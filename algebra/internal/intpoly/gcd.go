package intpoly

import (
	"context"
	"math/big"
	"sync"

	"example.org/closedform/algebra/internal/zp"
)

// GCD returns the greatest common divisor of p and q over Z: the gcd of the
// contents times the primitive gcd with positive leading coefficient, nil
// when both are zero. Images modulo word primes are joined by the Chinese
// remainder theorem until the candidate stops changing; exact division of
// both arguments proves it. Cost: (coefficient words of the gcd) times
// deg p deg q word products.
//
// Source: von zur Gathen and Gerhard, Modern Computer Algebra, section 6.7.
func GCD(p, q Poly) Poly {
	g, _ := gcd(context.Background(), p, q) // never cancelled
	return g
}

// gcd is GCD with cancellation.
func gcd(ctx context.Context, p, q Poly) (Poly, error) {
	if len(p) == 0 || len(q) == 0 {
		if len(p) == 0 {
			p = q
		}
		c, pp := p.Primitive()
		return pp.Scale(c.Abs(c)), nil
	}
	cp, a := p.Primitive()
	cq, b := q.Primitive()
	c := new(big.Int).GCD(nil, nil, cp.Abs(cp), cq.Abs(cq))
	g, err := gcdPrimitive(ctx, a, b)
	if err != nil || c.IsInt64() && c.Int64() == 1 {
		return g, err
	}
	return g.Scale(c), nil
}

// gcdPrimitive returns the gcd of non-zero primitive polynomials.
func gcdPrimitive(ctx context.Context, p, q Poly) (Poly, error) {
	one := Poly{big.NewInt(1)}
	if len(p) == 1 || len(q) == 1 {
		return one, nil
	}
	// Each image is scaled to the leading coefficient lc, a multiple of the
	// true one, so that images of different primes fit together.
	lc := new(big.Int).GCD(nil, nil, new(big.Int).Abs(p.lead()), new(big.Int).Abs(q.lead()))
	var images *crt
	for i := 0; ; i++ {
		if err := ctx.Err(); err != nil {
			return nil, err
		}
		f := zp.NewField(gcdPrime(i))
		l := f.FromBig(lc)
		if l == 0 {
			continue
		}
		g := f.GCDPoly(reduce(p, f), reduce(q, f))
		if g.Degree() == 0 {
			return one, nil // the true gcd has at most the degree of an image
		}
		g = f.ScalePoly(g, l)
		if images != nil && len(g) > len(images.value) {
			continue // unlucky prime
		}
		if images == nil || len(g) < len(images.value) {
			images = newCRT(g, f)
			continue
		}
		if images.add(g, f) {
			continue // still changing
		}
		_, h := images.value.Primitive()
		if _, ok := DivExact(p, h); !ok {
			continue
		}
		if _, ok := DivExact(q, h); ok {
			return h, nil
		}
	}
}

// crt is a polynomial known modulo a product of primes, as the representative
// with coefficients of least absolute value.
type crt struct {
	value   Poly // all coefficients kept, the last one may be zero
	modulus *big.Int
}

// newCRT starts from one image.
func newCRT(g zp.Poly, f zp.Field) *crt {
	c := &crt{value: make(Poly, len(g)), modulus: new(big.Int).SetUint64(f.P)}
	for i, x := range g {
		c.value[i] = big.NewInt(f.Lift(x))
	}
	return c
}

// add joins an image modulo a new prime and reports whether the value changed.
func (c *crt) add(g zp.Poly, f zp.Field) (changed bool) {
	inv := f.Inv(f.FromBig(c.modulus))
	var t big.Int
	for i, x := range g {
		d := f.Mul(f.Sub(x, f.FromBig(c.value[i])), inv)
		if d != 0 {
			changed = true
			t.SetInt64(f.Lift(d))
			c.value[i] = new(big.Int).Add(c.value[i], t.Mul(&t, c.modulus))
		}
	}
	c.modulus = new(big.Int).Mul(c.modulus, t.SetUint64(f.P))
	return changed
}

// primeTable holds the primes below 2^62 from the top, found as needed.
var primeTable struct {
	sync.Mutex
	primes []uint64
}

// gcdPrime returns the i-th prime below 2^62, counted down from 0.
func gcdPrime(i int) uint64 {
	primeTable.Lock()
	defer primeTable.Unlock()
	for len(primeTable.primes) <= i {
		last := uint64(zp.MaxPrime)
		if n := len(primeTable.primes); n > 0 {
			last = primeTable.primes[n-1]
		}
		primeTable.primes = append(primeTable.primes, zp.PrimeBelow(last))
	}
	return primeTable.primes[i]
}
# # # # #
**Directions:** Find every line above that includes the word "changed", then state how many there are and nothing more.

**Solution to this exercise:** 4